Saved data entries:
/---
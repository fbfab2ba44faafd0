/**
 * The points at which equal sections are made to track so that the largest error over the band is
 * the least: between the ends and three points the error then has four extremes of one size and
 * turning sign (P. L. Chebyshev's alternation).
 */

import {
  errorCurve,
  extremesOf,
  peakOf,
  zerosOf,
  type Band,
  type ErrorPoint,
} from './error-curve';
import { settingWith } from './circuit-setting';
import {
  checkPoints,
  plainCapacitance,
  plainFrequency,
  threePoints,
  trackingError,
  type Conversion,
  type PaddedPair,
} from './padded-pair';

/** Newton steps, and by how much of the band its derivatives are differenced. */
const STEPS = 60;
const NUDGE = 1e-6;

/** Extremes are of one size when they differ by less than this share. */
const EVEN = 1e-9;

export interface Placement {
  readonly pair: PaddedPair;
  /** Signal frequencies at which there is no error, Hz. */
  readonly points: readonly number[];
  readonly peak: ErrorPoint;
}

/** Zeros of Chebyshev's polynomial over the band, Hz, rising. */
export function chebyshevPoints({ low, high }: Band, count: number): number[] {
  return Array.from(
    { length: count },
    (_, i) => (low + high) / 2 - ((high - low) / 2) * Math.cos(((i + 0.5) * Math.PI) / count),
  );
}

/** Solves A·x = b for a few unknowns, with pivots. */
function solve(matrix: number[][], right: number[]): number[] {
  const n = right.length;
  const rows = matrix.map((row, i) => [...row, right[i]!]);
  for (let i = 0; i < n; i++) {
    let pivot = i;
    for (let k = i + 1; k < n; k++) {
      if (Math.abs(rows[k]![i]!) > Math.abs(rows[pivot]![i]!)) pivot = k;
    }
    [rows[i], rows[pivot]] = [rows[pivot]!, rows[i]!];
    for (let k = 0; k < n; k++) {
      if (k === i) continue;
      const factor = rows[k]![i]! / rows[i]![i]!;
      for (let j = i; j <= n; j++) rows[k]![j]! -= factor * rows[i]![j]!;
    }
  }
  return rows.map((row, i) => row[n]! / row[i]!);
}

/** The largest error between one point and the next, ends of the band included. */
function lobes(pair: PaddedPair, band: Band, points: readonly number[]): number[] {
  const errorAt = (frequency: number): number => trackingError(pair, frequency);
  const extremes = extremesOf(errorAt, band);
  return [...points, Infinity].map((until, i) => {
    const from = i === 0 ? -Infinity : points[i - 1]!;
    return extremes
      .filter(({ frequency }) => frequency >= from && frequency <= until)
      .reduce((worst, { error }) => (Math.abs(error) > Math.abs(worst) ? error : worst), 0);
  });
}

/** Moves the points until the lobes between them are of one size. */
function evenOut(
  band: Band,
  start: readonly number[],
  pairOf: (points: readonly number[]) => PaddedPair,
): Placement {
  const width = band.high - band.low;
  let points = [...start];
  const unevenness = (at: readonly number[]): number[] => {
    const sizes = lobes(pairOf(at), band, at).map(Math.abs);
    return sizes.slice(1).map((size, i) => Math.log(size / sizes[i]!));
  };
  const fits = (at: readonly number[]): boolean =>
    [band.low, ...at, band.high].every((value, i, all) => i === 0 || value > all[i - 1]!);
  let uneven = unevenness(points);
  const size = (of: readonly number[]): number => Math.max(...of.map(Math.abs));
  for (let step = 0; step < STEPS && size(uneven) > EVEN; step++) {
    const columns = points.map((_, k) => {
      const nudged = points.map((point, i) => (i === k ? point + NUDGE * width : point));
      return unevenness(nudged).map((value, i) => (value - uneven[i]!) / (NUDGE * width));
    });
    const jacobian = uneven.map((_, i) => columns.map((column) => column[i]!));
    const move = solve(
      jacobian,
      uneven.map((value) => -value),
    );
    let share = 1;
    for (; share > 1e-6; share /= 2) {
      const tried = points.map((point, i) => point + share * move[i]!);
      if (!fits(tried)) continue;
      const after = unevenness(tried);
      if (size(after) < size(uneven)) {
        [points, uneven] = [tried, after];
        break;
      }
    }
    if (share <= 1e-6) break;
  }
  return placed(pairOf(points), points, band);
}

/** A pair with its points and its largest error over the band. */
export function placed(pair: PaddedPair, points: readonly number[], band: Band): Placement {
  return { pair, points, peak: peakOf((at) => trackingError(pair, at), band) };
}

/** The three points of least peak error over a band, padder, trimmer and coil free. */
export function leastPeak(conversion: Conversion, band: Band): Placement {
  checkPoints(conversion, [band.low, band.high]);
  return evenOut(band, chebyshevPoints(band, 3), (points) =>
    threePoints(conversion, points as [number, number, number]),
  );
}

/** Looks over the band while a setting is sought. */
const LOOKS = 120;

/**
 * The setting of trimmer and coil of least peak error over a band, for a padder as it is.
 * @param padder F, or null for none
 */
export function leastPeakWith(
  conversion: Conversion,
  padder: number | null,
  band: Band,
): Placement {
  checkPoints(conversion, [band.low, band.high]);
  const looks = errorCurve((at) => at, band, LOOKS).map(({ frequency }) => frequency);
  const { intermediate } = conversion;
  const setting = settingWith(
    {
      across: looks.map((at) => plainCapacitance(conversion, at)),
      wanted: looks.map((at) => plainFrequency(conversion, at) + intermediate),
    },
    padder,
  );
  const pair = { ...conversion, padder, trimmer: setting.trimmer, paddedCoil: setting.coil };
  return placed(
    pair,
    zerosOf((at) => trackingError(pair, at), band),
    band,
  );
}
\---
Please find, in the entries above, every line where "placed" occurs, and copy it.

_TASK SOLUTION_.
  return placed(pairOf(points), points, band);
export function placed(pair: PaddedPair, points: readonly number[], band: Band): Placement {
  return placed(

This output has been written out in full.